When doctors began later to promote a flexible approach to the daily routine of the child, conscious parents and it did not bring to the extreme.They laid sleepy, but stubborn and unwilling to go to the child to bed, because they knew very well (mostly on his own childhood experiences) that sleep - a sleep and no theory of flexibility and variability of regulations can not cancel it.

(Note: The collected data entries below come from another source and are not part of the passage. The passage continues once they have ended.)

def ensemble_crps(members: jax.Array, weights, truth: jax.Array):
    """(CRPS, fair CRPS), each the mean over variables; members (N, n), weights (N,), truth (n,).

    CRPS = sum_i w_i |x_i - y| - 1/2 sum_ij w_i w_j |x_i - x_j| (Hersbach 2000, Wea.
    Forecasting 15; Gneiting & Raftery 2007, eq. 20), which with equal weights is
    mean |x_i - y| - 1/(2 N^2) sum |x_i - x_j|. The fair variant divides the pair
    term by 1 - sum(w^2) (with equal weights: 1/(2 N (N - 1)); Ferro 2014, QJRMS 140).
    For large N the pair sum uses the sorted members: sum_ij w_i w_j |x_i - x_j| =
    2 sum_i w_(i) x_(i) (2 C_i - w_(i) - 1), C the cumulative sorted weights.
    ``weights=None`` means equal weights (a cheaper path).
    """
    n_members = members.shape[0]
    if weights is None and n_members <= PAIRWISE_LIMIT:
        absolute = jnp.mean(jnp.abs(members - truth), axis=0)
        pairs = jnp.sum(jnp.abs(members[:, None, :] - members[None, :, :]), axis=(0, 1)) / n_members**2
        fair_factor = n_members / (n_members - 1.0) if n_members > 1 else 1.0
        return jnp.mean(absolute - 0.5 * pairs), jnp.mean(absolute - 0.5 * fair_factor * pairs)
    if weights is None:
        weights = jnp.full(n_members, 1.0 / n_members)
    absolute = weights @ jnp.abs(members - truth)  # (n,)
    if members.shape[0] <= PAIRWISE_LIMIT:
        gaps = jnp.abs(members[:, None, :] - members[None, :, :])  # (N, N, n)
        pairs = jnp.sum((weights[:, None] * weights[None, :])[:, :, None] * gaps, axis=(0, 1))
    else:
        order = jnp.argsort(members, axis=0)
        sorted_members = jnp.take_along_axis(members, order, axis=0)
        sorted_weights = weights[order]  # (N, n)
        cumulative = jnp.cumsum(sorted_weights, axis=0)
        pairs = 2.0 * jnp.sum(sorted_weights * sorted_members * (2.0 * cumulative - sorted_weights - 1.0), axis=0)
    crps = absolute - 0.5 * pairs
    purity = 1.0 - jnp.sum(weights**2)
    fair = absolute - 0.5 * pairs / jnp.where(purity > 0, purity, 1.0)
    return jnp.mean(crps), jnp.mean(fair)
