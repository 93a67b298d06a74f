"""Run a twin experiment from Python: config in, diagnostics out.

    >>> import assimbench
    >>> result = assimbench.run(["filter.members=10", "cycles=500", "burn_in=100"])
    >>> result.summary["rmse_analysis"], result.series["rmse_analysis"].shape

The command line is a thin layer over :func:`run_experiment`.
"""

import datetime
import hashlib
import json
import platform
import time
from collections.abc import Callable
from dataclasses import dataclass, field
from importlib import metadata

import jax
import jax.numpy as jnp
import numpy as np
from omegaconf import DictConfig, OmegaConf

from assimbench.climatology import climatology
from assimbench.composition import compose_config, validate_config
from assimbench.cycling import FIELDS, TwinSetup, make_chunk, make_start, replicate_keys
from assimbench.diagnostics import available_groups, series_catalogue
from assimbench.lanes import hull_config, lane_config, lane_grid
from assimbench.observations import every_kth
from assimbench.registry import FILTERS, MODELS, NEEDS_INTERVAL, forecast_model
from assimbench.results import Layout, ResultWriter
from assimbench.summaries import TimeMeans, update_lost_runs
from assimbench.validation import steps_per_cycle

LIBRARIES = ("jax", "jaxlib", "numpy", "scipy", "h5py", "hydra-core", "omegaconf")


@dataclass
class RunResult:
    """What one run returns.

    series: name -> (replicates, cycles[, k]) per-cycle diagnostics (empty when
    the run was asked not to keep them); summary: name -> time mean after
    burn-in over replicates, with name_low / name_high its 95% interval;
    per_replicate: name -> (replicates,) time means (and name_halfwidth);
    totals: rank-count name -> (replicates, N + 1) counts after burn-in;
    first_bad_cycle: (replicates,) first diverged cycle, -1 if none.

    With lanes (``lanes``: key -> (L,) values) every array gains a leading
    lane axis: series (L, R, cycles), summary values (L,), per_replicate
    (L, R), totals (L, R, N + 1), first_bad_cycle (L, R).
    """

    config: DictConfig
    replicates: int
    interval: float
    cycles: int
    series: dict
    summary: dict
    per_replicate: dict
    totals: dict
    first_bad_cycle: np.ndarray
    compile_seconds: float
    run_seconds: float
    file_attrs: dict
    layouts: dict = field(default_factory=dict)
    coordinates: dict = field(default_factory=dict)
    finish_attrs: dict = field(default_factory=dict)
    path: str | None = None
    lanes: dict = field(default_factory=dict)

    @property
    def diverged(self) -> bool:
        return bool(np.any(self.first_bad_cycle >= 0))

    @property
    def microseconds_per_cycle(self) -> float:
        """Wall time per cycle (all replicates together) of the compiled chunks, compile excluded."""
        return 1e6 * self.run_seconds / self.cycles


def build(cfg: DictConfig):
    """Turn a validated config into the static setup and the dynamic settings pytree."""
    model = MODELS[cfg.model.name](cfg.model)
    forecaster = forecast_model(cfg.forecast_model, model)
    operator = every_kth(model.resolved_size, int(cfg.observation.stride), str(cfg.observation.transform))
    interval = float(cfg.observation.interval)
    forecast_steps = steps_per_cycle(interval, forecaster.dt)
    extra = {"steps_per_interval": forecast_steps} if cfg.filter.name in NEEDS_INTERVAL else {}
    filt, filter_settings = FILTERS[cfg.filter.name](cfg.filter, forecaster, operator, **extra)
    available = available_groups(filt.members, filt.weighted, filt.reports_inflation)
    groups = available if cfg.diagnostics is None else tuple(g for g in available if g in cfg.diagnostics)
    store = cfg.store
    wanted = {name: bool(store[name]) for name in FIELDS if name != "analysis_ensemble"}
    wanted["analysis_ensemble"] = store.ensemble_every > 0
    fields = tuple(name for name in FIELDS if wanted[name])
    imperfect = forecaster is not model
    setup = TwinSetup(
        model=model,
        operator=operator,
        filter=filt,
        steps_per_cycle=steps_per_cycle(interval, model.dt),
        diagnostics=groups,
        fields=fields,
        forecast_model=forecaster if imperfect else None,
        forecast_steps=forecast_steps if imperfect else 0,
        truth_noise=float(cfg.truth_noise_std) > 0.0,
    )
    settings = {
        "model": model.params,
        "forecast_model": forecaster.params,
        "truth_noise_std": float(cfg.truth_noise_std),
        "observation": {"error_std": float(cfg.observation.error_std)},
        "filter": filter_settings,
        "initial_spread": float(cfg.initial_spread),
    }
    return setup, jax.tree.map(lambda v: jnp.asarray(v, dtype=jnp.float64), settings)


def layouts_of(setup: TwinSetup) -> tuple:
    """(layouts, coordinates) of every dataset this setup stores."""
    members = setup.filter.members
    layouts = {}
    for name, series in series_catalogue(setup.diagnostics, members).items():
        if series.extra_dim is None:
            layouts[name] = Layout(series.long_name, series.units, ("replicate", "cycle"))
        else:
            layouts[name] = Layout(series.long_name, series.units, ("replicate", "cycle", series.extra_dim), np.int32)
    field_layouts = {
        "truth": Layout("true state", "state units", ("replicate", "cycle", "variable")),
        "observations": Layout("observations y", "observation units", ("replicate", "cycle", "station")),
        "forecast_mean": Layout("forecast ensemble mean", "state units", ("replicate", "cycle", "variable")),
        "analysis_mean": Layout("analysis ensemble mean", "state units", ("replicate", "cycle", "variable")),
        "analysis_ensemble": Layout("analysis ensemble", "state units", ("replicate", "snapshot", "member", "variable")),
    }
    layouts.update({name: field_layouts[name] for name in setup.fields})
    coordinates = {
        "variable": np.arange(setup.model.resolved_size),
        "station": setup.operator.indices,
        "member": np.arange(members),
        "rank": np.arange(members + 1),
    }
    used = {d for layout in layouts.values() for d in layout.dims[2:]}
    return layouts, {d: v for d, v in coordinates.items() if d in used}


def climate_std(model) -> float:
    """Climatological standard deviation of one resolved variable (mean over them), for the divergence rule."""
    _, covariance = climatology(model, samples=4000)
    return float(np.sqrt(np.mean(np.diag(covariance)[: model.resolved_size])))


def config_hash(cfg: DictConfig) -> str:
    """SHA-256 of the resolved config without ``output`` (where a result goes does not change it)."""
    plain = OmegaConf.to_container(cfg, resolve=True)
    plain.pop("output", None)
    return hashlib.sha256(json.dumps(plain, sort_keys=True).encode()).hexdigest()


def provenance_versions() -> dict:
    """Versions of the package, Python and the libraries, and the machine kind."""
    from assimbench import __version__

    versions = {}
    for name in LIBRARIES:
        try:
            versions[name] = metadata.version(name)
        except metadata.PackageNotFoundError:
            versions[name] = "not installed"
    return {
        "assimbench_version": __version__,
        "python_version": platform.python_version(),
        "library_versions": " ".join(f"{k}={v}" for k, v in versions.items()),
        "machine": platform.machine(),
    }


def provenance(cfg: DictConfig) -> dict:
    """Root attributes that make a file reproducible: config, versions, seeds, time."""
    return {
        "config": OmegaConf.to_yaml(cfg, resolve=True),
        "config_hash": config_hash(cfg),
        **provenance_versions(),
        "seed": int(cfg.seed),
        "replicates": int(cfg.replicates),
        "replicate_keys": "fold_in(PRNGKey(seed), r) for r = 0 .. replicates-1",
        "created": datetime.datetime.now(datetime.UTC).isoformat(timespec="seconds"),
    }


def run_experiment(
    cfg: DictConfig,
    output: str | None = None,
    progress: Callable[[int, int], None] | None = None,
    keep_series: bool = True,
) -> RunResult:
    """Validate ``cfg``, run the experiment, and write ``output`` (HDF5) if given.

    The cycles run in compiled chunks of ``cfg.chunk_cycles``; each chunk is
    appended to the file as it completes and folded into the time means, so
    memory does not grow with the number of cycles when ``keep_series`` is
    False. ``progress(done, total)`` is called after every chunk.
    """
    entered = time.perf_counter()
    validate_config(cfg)
    grid = lane_grid(cfg)
    lanes, replicates = grid.size, int(cfg.replicates)
    batch = lanes * replicates  # lane-major: batch index = lane * replicates + replicate
    if grid.keys:
        setup, _ = build(hull_config(cfg, grid))
        lane_cfgs = [lane_config(cfg, grid, lane) for lane in range(lanes)]
        built = [build(one) for one in lane_cfgs]
        settings = jax.tree.map(lambda *leaves: jnp.repeat(jnp.stack(leaves), replicates, axis=0),
                                *(b[1] for b in built))
        thresholds = [_threshold(cfg, setup, b[0].model) for b in built]
    else:
        setup, settings = build(cfg)
        thresholds = [_threshold(cfg, setup, setup.model)]
    threshold = np.repeat(np.asarray(thresholds), replicates)[:, None]
    cycles, burn_in = int(cfg.cycles), int(cfg.burn_in)
    length = min(int(cfg.chunk_cycles), cycles)
    keys = jnp.tile(replicate_keys(int(cfg.seed), replicates), (lanes, 1))
    attrs = provenance(cfg)
    layouts, coordinates = layouts_of(setup)
    scalar_names = [n for n, lay in layouts.items() if lay.dims == ("replicate", "cycle")]
    count_names = [n for n, lay in layouts.items() if len(lay.dims) == 3 and lay.dims[2] == "rank"]
    diagnostic_names = scalar_names + count_names
    every = int(cfg.store.ensemble_every)
    batched = bool(grid.keys)

    tic = time.perf_counter()
    start = make_start(setup, batched).lower(keys, settings).compile()
    carry = start(keys, settings)
    first = jnp.asarray(1, dtype=jnp.int64)
    chunk = make_chunk(setup, length, batched).lower(carry, keys, first, settings).compile()
    compile_seconds = time.perf_counter() - tic
    startup_seconds = time.perf_counter() - entered  # validation, building, climatology, compilation

    writer = None
    if output is not None:
        writer = ResultWriter(output, replicates, float(cfg.observation.interval), layouts, coordinates, attrs,
                              grid.coordinates() or None)
    means = TimeMeans(batch, cycles, burn_in)
    kept = {name: [] for name in diagnostic_names} if keep_series else None
    first_bad = np.full(batch, -1, dtype=np.int64)
    open_runs = np.zeros(batch, dtype=np.int64)
    patience = int(cfg.divergence_patience)
    run_seconds = 0.0
    try:
        for first_cycle in range(1, cycles + 1, length):
            tic = time.perf_counter()
            carry, out = chunk(carry, keys, jnp.asarray(first_cycle, dtype=jnp.int64), settings)
            out = jax.device_get(out)
            run_seconds += time.perf_counter() - tic
            keep = min(length, cycles - first_cycle + 1)  # the last chunk may run past the end
            out = {name: np.asarray(values[:, :keep]) for name, values in out.items()}
            chunk_cycles = first_cycle + np.arange(keep)
            snapshots = chunk_cycles[chunk_cycles % every == 0] if every else np.array([], dtype=np.int64)
            if "analysis_ensemble" in out:
                out["analysis_ensemble"] = out["analysis_ensemble"][:, snapshots - first_cycle]
            # Diverged: any non-finite value, or a lost filter (analysis RMSE above the
            # threshold for `patience` consecutive cycles; a brief excursion is a result).
            broken = np.zeros((batch, keep), dtype=bool)
            for name in scalar_names:
                broken |= ~np.isfinite(out[name])
            newly = (first_bad < 0) & broken.any(axis=1)
            first_bad[newly] = first_cycle + np.argmax(broken[newly], axis=1)
            hit, start_of_run, open_runs = update_lost_runs(out["rmse_analysis"] > threshold, open_runs, patience)
            newly = (first_bad < 0) & (hit >= 0)
            first_bad[newly] = first_cycle + start_of_run[newly]
            for name in diagnostic_names:
                means.add(name, out[name], first_cycle)
                if kept is not None:
                    kept[name].append(out[name])
            if writer is not None:
                writer.append(out, snapshots)
            if progress is not None:
                progress(first_cycle + keep - 1, cycles)
        summary, per_replicate = {}, {}
        for name in scalar_names:
            stats_ = means.summarise_groups(name, lanes)
            summary[name] = stats_["mean"]
            summary[name + "_low"] = stats_["low"]
            summary[name + "_high"] = stats_["high"]
            per_replicate[name] = stats_["per_replicate"]
            per_replicate[name + "_halfwidth"] = stats_["per_replicate_halfwidth"]
        for when in ("forecast", "analysis"):
            summary[f"spread_skill_ratio_{when}"] = summary[f"spread_{when}"] / summary[f"rmse_{when}"]
        if not grid.keys:
            summary = {name: float(value[0]) for name, value in summary.items()}
        totals = {name: means.totals(name) for name in count_names}
        finish_attrs = {
            "diverged": bool(np.any(first_bad >= 0)),
            "burn_in": burn_in,
            "divergence_threshold": float(threshold[0, 0]) if lanes == 1 else threshold[::replicates, 0],
            "divergence_patience": patience,
            "interval_method": "batch means, 20 batches after burn-in, Student t 95%",
            "compile_seconds": compile_seconds,
            "startup_seconds": startup_seconds,
            "run_seconds": run_seconds,
        }
        series = {name: np.concatenate(parts, axis=1) for name, parts in kept.items()} if kept is not None else {}
        result = RunResult(
            config=cfg,
            replicates=replicates,
            interval=float(cfg.observation.interval),
            cycles=cycles,
            series=series,
            summary=summary,
            per_replicate=per_replicate,
            totals=totals,
            first_bad_cycle=first_bad,
            compile_seconds=compile_seconds,
            run_seconds=run_seconds,
            file_attrs=attrs,
            layouts=layouts,
            coordinates=coordinates,
            finish_attrs=finish_attrs,
        )
        if writer is not None:
            result.path = writer.finish(summary, per_replicate, totals, first_bad, finish_attrs)
        if grid.keys:
            _split_lanes(result, grid, replicates)
    except BaseException:
        if writer is not None:
            writer.close_incomplete()
        raise
    return result


def _threshold(cfg: DictConfig, setup: TwinSetup, model) -> float:
    """Analysis RMSE above which a run counts as lost (inf for reference runs)."""
    if not setup.filter.assimilates:
        return np.inf
    return float(cfg.divergence_factor) * climate_std(model)


def _split_lanes(result: RunResult, grid, replicates: int) -> None:
    """Reshape the flat (lanes x replicates) batch axis of every array to (lane, replicate)."""
    def split(values):
        values = np.asarray(values)
        return values.reshape((grid.size, replicates) + values.shape[1:])

    result.series = {name: split(v) for name, v in result.series.items()}
    result.per_replicate = {name: split(v) for name, v in result.per_replicate.items()}
    result.totals = {name: split(v) for name, v in result.totals.items()}
    result.first_bad_cycle = split(result.first_bad_cycle)
    result.lanes = grid.coordinates()


def run(overrides=(), output: str | None = None) -> RunResult:
    """Compose the config from ``overrides`` and run it; see :func:`run_experiment`."""
    return run_experiment(compose_config(overrides), output=output)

parents entangled in new theories, there are basically two kinds.Firstly, those who have grown unsure of themselves and in their ability to think clearly.If you do not trust yourself, willy-nilly, you will rely on the opinion of someone else.The second group consists of parents, who believe that they were brought up very strictly.They remember how indignant with their parents at times, and do not want their children to also treat them.But to achieve this it is very difficult.If you want to raise their children the way you raised, you just follow the existing pattern.You know what the obedient and polite want to see their children.You do not need to invent anything.But if you want to educate them not as themselves were brought up, such as softer or less arbitrarily, before you do not have to follow the sample.If the situation gets out of control - for example, the child begins to abuse your indulgence and gentleness - you find it difficult to correct the situation.Are you angry with the child, but the more you get angry, the more you have a feeling of guilt: you are afraid that stand on the same path, which is so eager to avoid.

Of course, I exaggerate.We all, as young parents, partly agree, partly disagree with the way we were brought up.The point is the degree of agreement or disagreement.Most find a compromise, which they more or less satisfied.I'm exaggerating in order to underline the difficulties faced by some parents.